---- GIVEN RECORDS

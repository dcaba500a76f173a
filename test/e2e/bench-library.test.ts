/**
 * `use` in the bench: the seed block library ships with the app, so a netlist that uses a vetted
 * block solves in the browser (and offline, once the service worker has cached the library).
 */
import { afterAll, beforeAll, describe, expect, inject, it } from 'vitest';
import { launchBrowser, type Browser } from '../support/browser';
import { replaceNetlist, waitForPainted } from './bench-support';

let browser: Browser;
beforeAll(async () => {
  browser = await launchBrowser();
});
afterAll(async () => {
  await browser?.close();
});

const WILSON = [
  'title  Wilson mirror from the library',
  'use mirrors/wilson_npn@3',
  'vcc: vsrc(vcc, gnd) 5 V',
  'rref: res(vcc, ref) 4.3k',
  'm1: wilson_npn(in=ref, out=o, rail=gnd)',
  'rl: res(vcc, o) 1k',
  'check ic(m1.qc) = 0.8m ± 10%',
  '',
].join('\n');

describe('library blocks in the bench', () => {
  it('solves a netlist that uses a seed-library block, with dotted device names', async () => {
    const page = await browser.context.newPage();
    await page.goto(inject('baseUrl') + '/bench');
    await page.locator('.cm-content').waitFor();
    await replaceNetlist(page, WILSON);
    await waitForPainted(page);
    await expect.poll(() => page.locator('.cm-lintRange-error').count()).toBe(0);
    await page.getByRole('tab', { name: 'Bias' }).click();
    // The table may still hold the demo's devices for a moment (the block file is fetched first).
    const table = page.getByRole('table', { name: 'Bipolar transistors' });
    await expect.poll(async () => (await table.locator('tr').allTextContents()).filter((r) => /m1\.q[abc]/.test(r)).length, { timeout: 15_000 }).toBe(3);
    const rows = await table.locator('tr').allTextContents();
    // IREF = (5 V − 2·VBE)/4.3 kΩ ≈ 0.81 mA with VBE ≈ 0.77 V at this current (is = 1e-16 A), and a
    // Wilson mirror passes it on within 2/(β² + 2β + 2) (Sedra & Smith, 7th ed., Wilson mirror).
    const ic = Number(/active\s*(\d+) µA/.exec(rows.find((r) => r.includes('m1.qc')) ?? '')?.[1]);
    expect(ic).toBeGreaterThan(780);
    expect(ic).toBeLessThan(830);
    // The block's pins and params from the keyboard: F2 with the cursor on the instance's kind
    // (now that the block has been fetched and solved).
    await page.locator('.cm-line', { hasText: 'm1: wilson_npn' }).click();
    await page.keyboard.press('Home');
    for (let k = 0; k < 7; k++) await page.keyboard.press('ArrowRight');
    await page.keyboard.press('F2');
    const help = page.locator('.cm-tooltip.nw-block-doc, .cm-tooltip .nw-block-doc');
    await help.waitFor({ timeout: 10_000 });
    expect(await help.textContent()).toContain('rail');
    await page.keyboard.press('Escape');
    await expect.poll(() => help.count()).toBe(0);
    await page.close();
  });

  it('names the published versions when a netlist asks for one that does not exist', async () => {
    const page = await browser.context.newPage();
    await page.goto(inject('baseUrl') + '/bench');
    await page.locator('.cm-content').waitFor();
    await replaceNetlist(page, WILSON.replace('@3', '@9'));
    await waitForPainted(page);
    const problems = page.locator('nw-problems-list');
    await expect.poll(() => problems.textContent()).toContain('no version 9 of `mirrors/wilson_npn`');
    expect(await problems.textContent()).toContain('@3');
    await page.close();
  });
});
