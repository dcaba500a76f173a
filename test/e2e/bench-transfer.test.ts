/**
 * The Transfer tab in a real browser — a differential pair swept ±100 mV: its curves, the linear
 * input range marked, the cursor reading values, the exports — and the plots sized from their
 * panel, with labels clear of each other and lean SVG files; screenshots of the Transfer,
 * Response and Modes tabs at 1280×800 and 1920×1080 land in test-results/ to look at.
 */
import { readFileSync } from 'node:fs';
import { join } from 'node:path';
import type { Locator, Page } from 'playwright-core';
import { afterAll, beforeAll, describe, expect, inject, it } from 'vitest';
import { launchBrowser, RESULTS_DIR, type Browser } from '../support/browser';
import { openWatchedBench, replaceNetlist, waitForPainted, type WatchedPage } from './bench-support';

let browser: Browser;
beforeAll(async () => {
  browser = await launchBrowser();
});
afterAll(async () => {
  await browser?.close();
});

const PAIR = `title  Swept pair
model  qn: npn(is=1e-16, beta=100, va=80, cje=1p, cjc=0.5p, tauf=0.3n)
vcc: vsrc(vcc, gnd) 10 V
vee: vsrc(gnd, vee) 10 V
va: vsrc(ina, gnd) 0 ac=1
vb: vsrc(inb, gnd) 0
rc1: res(vcc, outa) 5k
rc2: res(vcc, outb) 5k
cl1: cap(outa, gnd) 10p
cl2: cap(outb, gnd) 10p
q1: npn(c=outa, b=ina, e=tail) qn
q2: npn(c=outb, b=inb, e=tail) qn
rt: res(tail, vee) 4.65k
ports in=(va, vb) out=(outa, outb)
analyze ac from 10 Hz to 1 GHz per decade 20
analyze transfer va from -100m to 100m step 1m
measure f3 = corner(adm)
measure fu = unity(adm)
`;

type Watched = WatchedPage;

/** A page on the bench that records uncaught errors and console errors (a ResizeObserver loop among them). */
function openBench(query = ''): Promise<Watched> {
  return openWatchedBench(browser.context, inject('baseUrl') + '/bench' + query);
}

const shot = (page: Page, name: string) => page.screenshot({ path: join(RESULTS_DIR, name) });

async function download(page: Page, button: Locator): Promise<{ name: string; bytes: Buffer }> {
  const [file] = await Promise.all([page.waitForEvent('download'), button.click()]);
  return { name: file.suggestedFilename(), bytes: readFileSync((await file.path())!) };
}

/** Boxes of the plot's marker labels and cursor label, as laid out by the browser. */
async function labelBoxes(plot: Locator): Promise<Array<{ text: string; x: number; y: number; width: number; height: number }>> {
  return plot.locator('.marker-label, .cursor-label').evaluateAll((els) => els.map((el) => {
    const r = el.getBoundingClientRect();
    return { text: el.textContent ?? '', x: r.x, y: r.y, width: r.width, height: r.height };
  }));
}

function overlapping(boxes: ReadonlyArray<{ text: string; x: number; y: number; width: number; height: number }>): string[] {
  const out: string[] = [];
  for (const [i, a] of boxes.entries()) {
    for (const b of boxes.slice(i + 1)) {
      if (a.x < b.x + b.width && b.x < a.x + a.width && a.y < b.y + b.height && b.y < a.y + a.height) out.push(`${a.text} / ${b.text}`);
    }
  }
  return out;
}

describe('the Transfer tab', () => {
  it('plots the swept pair with its linear range marked, reads values with the cursor and exports', async () => {
    const page = await openBench();
    await replaceNetlist(page, PAIR);
    await waitForPainted(page);
    await page.getByRole('tab', { name: 'Transfer' }).click();
    const panel = page.locator('nw-transfer-panel');
    const plot = panel.locator('nw-xy-plot');
    await plot.locator('path.curve').first().waitFor();
    expect(await plot.locator('path.curve').evaluateAll((ps) => ps.map((p) => p.getAttribute('data-key'))))
      .toEqual(['vod', 'v(outa)', 'v(outb)', 'i(rc1)', 'i(rc2)']);
    // The range: 2V_T·atanh(√0.1) ≈ 16.9 mV either side for an ideal pair; this one's emitters
    // share a 4.65 kΩ tail, which widens it slightly (see transfer/linear-range.spec.ts).
    const bandLabel = (await plot.locator('.label-range').textContent())!;
    expect(bandLabel).toMatch(/^linear ±1[6-9]\.\d mV \(slope ≥ 90 % of peak\)$/);
    expect(await plot.locator('rect.band').count()).toBe(2);
    expect(await panel.locator('.range').textContent()).toContain('slope at least 90 % of its peak');

    const svg = plot.locator('svg.plot');
    const box = (await svg.boundingBox())!;
    await page.mouse.move(box.x + box.width * 0.6, box.y + box.height * 0.3);
    await expect.poll(() => plot.locator('.readout .at').textContent()).toMatch(/^va = -?[\d.]+ mV$/);
    expect(await plot.locator('.readout .row').count()).toBe(5);
    expect(await plot.locator('.readout .extra').textContent()).toMatch(/^slope of vod: \d+ % of peak$/);
    expect(await plot.locator('g.cursor line.cursor-line').count()).toBe(1);
    expect(overlapping(await labelBoxes(plot))).toEqual([]);
    await plot.locator('.surface').focus();
    await page.keyboard.press('End');
    await expect.poll(() => plot.locator('.readout .at').textContent()).toBe('va = 100.0 mV');

    const files = panel.locator('nw-export-bar');
    const svgFile = await download(page, files.getByRole('button', { name: 'Export the plot as SVG' }));
    expect(svgFile.name).toBe('swept-pair-transfer.svg');
    const svgText = svgFile.bytes.toString('utf8');
    expect(svgText).toContain('linear ±');
    expect(svgText).not.toMatch(/_ngcontent|ng-reflect|cursor-label"| style="/);
    const png = await download(page, files.getByRole('button', { name: 'Export the plot as PNG' }));
    expect(png.bytes.subarray(1, 4).toString('latin1')).toBe('PNG');
    expect(png.bytes.readUInt32BE(16)).toBe(Math.round(box.width) * 2);
    const csv = await download(page, files.getByRole('button', { name: /export every curve as CSV/ }));
    expect(csv.name).toBe('swept-pair-transfer-all.csv');
    const lines = csv.bytes.toString('utf8').trim().split('\r\n');
    const header = lines[0].split(',');
    expect(header.slice(0, 2)).toEqual(['va_v', 'vod_v']);
    // Every curve, constant ones too.
    for (const key of ['v(vcc)_v', 'v(outa)_v', 'i(rc1)_a', 'i(rt)_a', 'i(cl1)_a']) expect(header).toContain(key);
    expect(lines.length).toBe(201 + 1);
    expect(lines[101].split(',')[0]).toBe('0');
    await shot(page, 'transfer-1280.png');
    expect(page.problems).toEqual([]);
    await page.close();
  });

  it('sizes the plots from their panel at 1920×1080 and keeps the demo Bode plot’s SVG under 30 kB', async () => {
    const page = await openBench('?example=resistor-tail');
    await page.setViewportSize({ width: 1920, height: 1080 });
    await page.getByRole('tab', { name: 'Response' }).click();
    const response = page.locator('nw-response-panel');
    const plot = response.locator('nw-bode-plot');
    await plot.locator('path.curve').first().waitFor();
    const body = page.locator('.mat-mdc-tab-body-active .mat-mdc-tab-body-content');
    // The plot grows to the panel's foot: no more than a help line and padding are left below it.
    await expect.poll(async () => {
      const panelBox = (await body.boundingBox())!;
      const svgBox = (await plot.locator('svg.plot').boundingBox())!;
      return panelBox.y + panelBox.height - (svgBox.y + svgBox.height);
    }).toBeLessThan(40);
    expect((await plot.locator('svg.plot').boundingBox())!.height).toBeGreaterThan(450);
    const svgBox = (await plot.locator('svg.plot').boundingBox())!;
    await page.mouse.move(svgBox.x + svgBox.width * 0.7, svgBox.y + svgBox.height * 0.2);
    expect(overlapping(await labelBoxes(plot))).toEqual([]);

    const svgFile = await download(page, response.getByRole('button', { name: 'Export the plot as SVG' }));
    const text = svgFile.bytes.toString('utf8');
    console.log(`demo Bode plot SVG: ${svgFile.bytes.length} bytes at ${Math.round(svgBox.width)}×${Math.round(svgBox.height)} px`);
    expect(svgFile.bytes.length).toBeLessThan(30_000);
    expect(text).not.toMatch(/_ngcontent|_nghost|ng-reflect| style="/);
    expect(text.match(/<style>/g)?.length).toBe(1);
    const all = await download(page, response.getByRole('button', { name: /export every curve as CSV/ }));
    expect(all.bytes.toString('utf8').split('\r\n')[0]).toContain('ac(vcc)_mag_db');
    expect(page.problems).toEqual([]);
    await page.close();
  });

  it('shows the Transfer, Response and Modes tabs at 1280×800 and 1920×1080 for the screenshots', { timeout: 120_000 }, async () => {
    const page = await openBench();
    await replaceNetlist(page, PAIR);
    await waitForPainted(page);
    for (const [width, height] of [[1280, 800], [1920, 1080]]) {
      await page.setViewportSize({ width, height });
      for (const tab of ['Transfer', 'Response', 'Modes']) {
        await page.getByRole('tab', { name: tab }).click();
        // The panel's own element, not "the active tab body": while the tabs slide, the body that is
        // leaving is still marked active for a frame and its plot then vanishes under the locator.
        const plot = page.locator(`nw-${tab.toLowerCase()}-panel svg.plot`).first();
        await plot.locator('path.curve').first().waitFor({ state: 'visible' });
        await expect.poll(async () => (await plot.boundingBox())?.height ?? 0).toBeGreaterThan(0);
        const b = (await plot.boundingBox())!;
        // Plots keep a readable height on the laptop, and fill the tall screen.
        expect(b.height).toBeGreaterThanOrEqual(220);
        await page.mouse.move(b.x + b.width * 0.62, b.y + b.height * 0.35);
        await page.waitForTimeout(150);
        expect(overlapping(await labelBoxes(page.locator(`nw-${tab.toLowerCase()}-panel`)))).toEqual([]);
        await shot(page, `transfer-tabs-${tab.toLowerCase()}-${width}x${height}.png`);
      }
    }
    // The CMRR plot exports too.
    const modes = page.locator('nw-modes-panel');
    const cmrr = await download(page, modes.getByRole('button', { name: 'CSV: export the curves' }));
    expect(cmrr.name).toBe('swept-pair-cmrr.csv');
    expect(cmrr.bytes.toString('utf8').split('\r\n')[0]).toBe('freq_hz,cmrr_mag_db,cmrr_phase_deg');
    expect(page.problems).toEqual([]);
    await page.close();
  });

  it('explains how to ask for a transfer curve when the netlist has none', async () => {
    const page = await openBench('?example=resistor-tail');
    // A netlist without `analyze transfer` has no Transfer tab: the how-to waits under "Other analyses".
    expect(await page.getByRole('tab', { name: 'Transfer' }).count()).toBe(0);
    await page.getByRole('tab', { name: 'Other analyses' }).click();
    const notice = page.locator('nw-transfer-panel nw-panel-notice');
    await notice.waitFor();
    expect(await notice.textContent()).toContain('analyze transfer SOURCE from START to STOP step STEP');
    // The demo's inputs sit at 2.5 V of common mode: the suggested sweep is centred there.
    expect(await notice.locator('code').textContent()).toBe('analyze transfer va from 2.4 to 2.6 step 1m');
    await page.close();
  });
});
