/**
 * The drafts kept in this browser: open one, or delete it.
 */
import { ChangeDetectionStrategy, Component, computed, inject, signal } from '@angular/core';
import { MatButtonModule } from '@angular/material/button';
import { MAT_DIALOG_DATA, MatDialogModule, MatDialogRef } from '@angular/material/dialog';
import { Drafts, type Draft } from '../../core/drafts';
import { timeAgo } from '../time-ago';

export { timeAgo };

export interface DraftsDialogData {
  currentId?: string;
}

/** What the dialog closes with: a draft to open. Deletions happen in place. */
export interface DraftsDialogResult {
  open?: string;
  deleted: string[];
}

@Component({
  selector: 'nw-drafts-dialog',
  imports: [MatDialogModule, MatButtonModule],
  changeDetection: ChangeDetectionStrategy.OnPush,
  template: `
    <h2 mat-dialog-title>Drafts in this browser</h2>
    <mat-dialog-content>
      @if (drafts.list().length === 0) {
        <p class="empty">No drafts yet. Every netlist you edit is kept here automatically.</p>
      } @else {
        <label class="filter">Find <input type="search" [value]="filter()" (input)="filter.set($any($event.target).value)" aria-label="Find a draft by title" /></label>
        <ul class="list">
          @for (d of shown(); track d.id) {
            <li [class.current]="d.id === data.currentId">
              <button type="button" class="open" (click)="open(d.id)" [attr.aria-label]="'Open ' + d.title + ', changed ' + ago(d.updatedAt) + (d.remote ? ', linked to a team netlist' : '')">
                <span class="t">{{ d.title }}</span>
                <span class="meta">{{ meta(d) }}</span>
              </button>
              <button mat-button type="button" class="delete" (click)="remove(d.id)" [attr.aria-label]="'Delete the draft ' + d.title">Delete</button>
            </li>
          } @empty {
            <li class="empty">No draft title contains “{{ filter() }}”.</li>
          }
        </ul>
      }
      @if (drafts.problem(); as p) { <p class="problem" role="alert">{{ p }}</p> }
    </mat-dialog-content>
    <mat-dialog-actions align="end">
      <button mat-button type="button" (click)="close()">Close</button>
    </mat-dialog-actions>
  `,
  styles: `
    .filter { display: flex; gap: 8px; align-items: center; margin-bottom: 8px; }
    .filter input { flex: 1; font: inherit; padding: 4px 8px; border: 1px solid var(--mat-sys-outline); border-radius: 4px; background: var(--mat-sys-surface-container-lowest); color: var(--mat-sys-on-surface); }
    .list { list-style: none; margin: 0; padding: 0; min-width: 440px; }
    li { display: flex; align-items: center; gap: 8px; border-bottom: 1px solid var(--mat-sys-outline-variant); }
    li.current { background: var(--mat-sys-surface-container-low); }
    .open { flex: 1; display: flex; flex-direction: column; align-items: flex-start; gap: 2px; padding: 8px 6px; border: 0;
      background: transparent; font: inherit; color: var(--mat-sys-on-surface); text-align: left; cursor: pointer; }
    .open:hover { background: var(--mat-sys-surface-container); }
    .t { font-weight: 600; }
    .meta { font-size: 0.8125rem; color: var(--mat-sys-on-surface-variant); }
    .empty { color: var(--mat-sys-on-surface-variant); }
    .problem { color: #8c1d18; }
  `,
})
export class DraftsDialog {
  protected readonly drafts = inject(Drafts);
  protected readonly data = inject<DraftsDialogData>(MAT_DIALOG_DATA);
  private readonly ref = inject<MatDialogRef<DraftsDialog, DraftsDialogResult>>(MatDialogRef);
  protected readonly filter = signal('');
  private readonly deleted: string[] = [];
  protected readonly shown = computed(() => {
    const f = this.filter().trim().toLowerCase();
    return this.drafts.list().filter((d) => !f || d.title.toLowerCase().includes(f));
  });

  constructor() {
    void this.drafts.refresh();
  }

  protected ago(t: number): string {
    return timeAgo(t);
  }

  /** "3 min ago · bridge.nwl · team “Core” v3, changes not saved to the team · open now". */
  protected meta(d: Draft): string {
    const parts = [this.ago(d.updatedAt)];
    if (d.fileName) parts.push(d.fileName);
    if (d.remote) parts.push(`team “${d.remote.name}” v${d.remote.baseVersion}${d.text !== d.remote.savedText ? ', changes not saved to the team' : ''}`);
    if (d.id === this.data.currentId) parts.push('open now');
    return parts.join(' · ');
  }

  protected open(id: string): void {
    this.ref.close({ open: id, deleted: this.deleted });
  }

  protected async remove(id: string): Promise<void> {
    this.deleted.push(id);
    await this.drafts.remove(id);
  }

  protected close(): void {
    this.ref.close({ deleted: this.deleted });
  }
}
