import type { TestProject } from 'vitest/node';
import { buildApp, APP_DIST } from '../../tools/build-app';
import { ensureChromium } from '../support/browser';
import { freshTestDatabase, type TestDatabase } from '../support/test-database';
import { startTeamStack, type RunningStack } from '../../tools/team-stack';

let db: TestDatabase | undefined;
let stack: RunningStack | undefined;

/**
 * The real product: built app + API on a fresh seeded database, with the development identity
 * provider and mail fake, all on ephemeral loopback ports.
 */
export async function setup(project: TestProject): Promise<void> {
  ensureChromium();
  buildApp({ quiet: true });
  db = await freshTestDatabase('nodewright_test_e2e', { seed: true });
  stack = await startTeamStack({ databaseUrl: db.url, appPort: 0, idpPort: 0, smtpPort: 0, inboxPort: 0, staticDir: APP_DIST, logLevel: 'warn' });
  project.provide('baseUrl', stack.url);
  project.provide('inboxUrl', stack.mail.inboxUrl);
  project.provide('databaseUrl', db.url);
}

export async function teardown(): Promise<void> {
  await stack?.close();
  db?.pg.stop();
}
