/**
 * The bench's bar above the editor: which netlist is open and where it is saved, the examples,
 * the drafts, opening a file from disk, downloading, saving, the team (netlists, revisions, save
 * to team, share — only what the user's role allows), solving now and the help sheet.
 */
import { ChangeDetectionStrategy, Component, computed, ElementRef, input, output, viewChild } from '@angular/core';
import { MatButtonModule } from '@angular/material/button';
import { MatMenuModule } from '@angular/material/menu';
import { MatTooltipModule } from '@angular/material/tooltip';
import { RouterLink } from '@angular/router';
import type { Example } from '../examples';
import type { SaveStatus } from '../team/save-status';

/** What the bar offers for the team server. */
export interface TeamBar {
  /** Signed in: the team netlists are a link away. */
  signedIn: boolean;
  /** May create a netlist in the current workspace ("Save to team"). */
  canCreate: boolean;
  /** The team netlist the draft is linked to. */
  linked?: { netlistId: string; canWrite: boolean };
}

const NO_TEAM: TeamBar = { signedIn: false, canCreate: false };

@Component({
  selector: 'nw-file-bar',
  imports: [MatButtonModule, MatMenuModule, MatTooltipModule, RouterLink],
  changeDetection: ChangeDetectionStrategy.OnPush,
  template: `
    <div class="who">
      <h1 class="bench">Bench</h1>
      <span class="title" [title]="title() + (label() ? ' (' + label() + ')' : '')">{{ title() }}</span>
      @if (label()) { <span class="label">({{ label() }})</span> }
      <span class="save" [class]="status().tone" [title]="status().text" aria-live="polite">{{ status().text }}</span>
    </div>
    <div class="actions" role="toolbar" aria-label="Netlist">
      <button mat-button type="button" [matMenuTriggerFor]="examplesMenu" aria-label="Examples: Strainlab demo netlists">Examples ▾</button>
      <mat-menu #examplesMenu="matMenu" class="nw-examples-menu">
        <div class="menu-head" aria-hidden="true">Strainlab bridge-sensor front end</div>
        @for (e of examples(); track e.id) {
          <button mat-menu-item type="button" (click)="openExample.emit(e)" [attr.data-example]="e.id">
            <span class="ex-label">{{ $index + 1 }}. {{ e.label }}</span>
            <span class="ex-blurb">{{ e.blurb }}</span>
          </button>
        }
      </mat-menu>
      <button mat-button type="button" (click)="drafts.emit()" aria-label="Drafts kept in this browser">Drafts</button>
      <button mat-button type="button" (click)="newNetlist.emit()" aria-label="New netlist">New</button>
      <button mat-button type="button" (click)="pickFile()" [matTooltip]="'Open a .nwl file (' + mod + '+O)'" aria-label="Open a netlist file from disk">Open…</button>
      <input #file type="file" accept=".nwl,.txt,text/plain" hidden (change)="picked($event)" aria-hidden="true" tabindex="-1" />
      <button mat-button type="button" (click)="download.emit()" matTooltip="Download this netlist as a .nwl file" aria-label="Download the netlist">Download</button>
      <button mat-button type="button" (click)="save.emit()" [matTooltip]="saveHint() + ' (' + mod + '+S)'" [attr.aria-label]="saveHint()">Save</button>
      @if (team().signedIn) {
        <span class="sep" aria-hidden="true"></span>
        <a mat-button routerLink="/netlists">Team netlists</a>
        @if (team().linked; as l) {
          <a mat-button [routerLink]="['/netlists', l.netlistId, 'revisions']" matTooltip="The saved versions of this team netlist">Revisions</a>
          @if (l.canWrite) { <button mat-stroked-button type="button" (click)="share.emit()" matTooltip="A read-only link for people without an account">Share</button> }
        } @else if (team().canCreate) {
          <button mat-stroked-button type="button" (click)="saveToTeam.emit()" matTooltip="Keep this netlist on the team server, with every save as a version">Save to team</button>
        }
        @if (team().canCreate) {
          <button mat-button type="button" (click)="proposeBlock.emit()" matTooltip="Offer the block at the cursor (or this netlist as a block) to the team library for review">Propose block</button>
        }
        <span class="sep" aria-hidden="true"></span>
      }
      <button mat-flat-button type="button" (click)="solve.emit()" [matTooltip]="'Solve now (' + mod + '+Enter)'" aria-label="Solve now">Solve</button>
      <button mat-icon-button type="button" (click)="help.emit()" matTooltip="Keyboard shortcuts (F1)" aria-label="Keyboard shortcuts and help">?</button>
    </div>
  `,
  styles: `
    :host { display: flex; align-items: center; flex-wrap: wrap; gap: 4px 12px; padding: 4px 12px; min-height: 44px; min-width: 0;
      border-bottom: 1px solid var(--mat-sys-outline-variant); background: var(--mat-sys-surface-container-low); }
    .who { display: flex; align-items: center; gap: 10px; min-width: 0; flex: 1 1 0; }
    .bench { font: var(--mat-sys-title-small); margin: 0; color: var(--mat-sys-on-surface-variant); text-transform: uppercase; letter-spacing: 0.06em; }
    .title { font-weight: 600; font-size: 1rem; white-space: nowrap; overflow: hidden; text-overflow: ellipsis; min-width: 4em; flex: 0 1 auto; }
    /* Long states (offline, conflict) wrap onto a second line rather than push the actions off screen. */
    .label { font-weight: 600; white-space: nowrap; color: var(--mat-sys-tertiary); flex: none; }
    .save { font-size: 0.8125rem; line-height: 1.2; color: var(--mat-sys-on-surface-variant); flex: none; max-width: 20em;
      display: -webkit-box; -webkit-box-orient: vertical; -webkit-line-clamp: 2; overflow: hidden; }
    .save.warn { color: #7a5200; }
    .sep { width: 1px; height: 24px; margin: 0 4px; background: var(--mat-sys-outline-variant); }
    .actions { display: flex; align-items: center; gap: 2px; flex-wrap: nowrap; }
    .actions button { --mat-button-text-horizontal-padding: 10px; }
    .menu-head { padding: 8px 16px 4px; font-size: 0.8125rem; color: var(--mat-sys-on-surface-variant); }
    .ex-label { display: block; font-weight: 600; }
    .ex-blurb { display: block; font-size: 0.8125rem; color: var(--mat-sys-on-surface-variant); line-height: 1.3; }
  `,
})
export class FileBar {
  /** The netlist's own title. */
  readonly title = input('');
  /** A note kept with the draft ("revision 3"), shown after the title even when the title is cut short. */
  readonly label = input<string | undefined>();
  /** Where the text is saved, in words (see saveStatus). */
  readonly status = input<SaveStatus>({ text: '', tone: 'ok' });
  readonly team = input<TeamBar>(NO_TEAM);
  readonly examples = input<readonly Example[]>([]);

  readonly openExample = output<Example>();
  readonly drafts = output<void>();
  readonly newNetlist = output<void>();
  readonly openFile = output<File>();
  readonly download = output<void>();
  readonly save = output<void>();
  readonly solve = output<void>();
  readonly help = output<void>();
  readonly saveToTeam = output<void>();
  readonly share = output<void>();
  readonly proposeBlock = output<void>();

  protected readonly mod = typeof navigator !== 'undefined' && /Mac|iPhone|iPad/.test(navigator.platform) ? '⌘' : 'Ctrl';
  private readonly file = viewChild.required<ElementRef<HTMLInputElement>>('file');

  /** Opens the system file picker (also bound to Ctrl-O). */
  pickFile(): void {
    this.file().nativeElement.click();
  }

  protected picked(event: Event): void {
    const input = event.target as HTMLInputElement;
    const file = input.files?.[0];
    if (file) this.openFile.emit(file);
    input.value = '';
  }

  protected readonly saveHint = computed(() =>
    this.team().linked?.canWrite ? 'Save the draft in this browser and to the team' : 'Save the draft in this browser');
}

--------

WHAT THE TASK REQUIRES —
When a line of the records has the word "align", pick it out and copy it.

FINISHED TASK —
    <mat-dialog-actions align="end">
    .filter { display: flex; gap: 8px; align-items: center; margin-bottom: 8px; }
    li { display: flex; align-items: center; gap: 8px; border-bottom: 1px solid var(--mat-sys-outline-variant); }
    .open { flex: 1; display: flex; flex-direction: column; align-items: flex-start; gap: 2px; padding: 8px 6px; border: 0;
      background: transparent; font: inherit; color: var(--mat-sys-on-surface); text-align: left; cursor: pointer; }
    :host { display: flex; align-items: center; flex-wrap: wrap; gap: 4px 12px; padding: 4px 12px; min-height: 44px; min-width: 0;
    .who { display: flex; align-items: center; gap: 10px; min-width: 0; flex: 1 1 0; }
    .actions { display: flex; align-items: center; gap: 2px; flex-wrap: nowrap; }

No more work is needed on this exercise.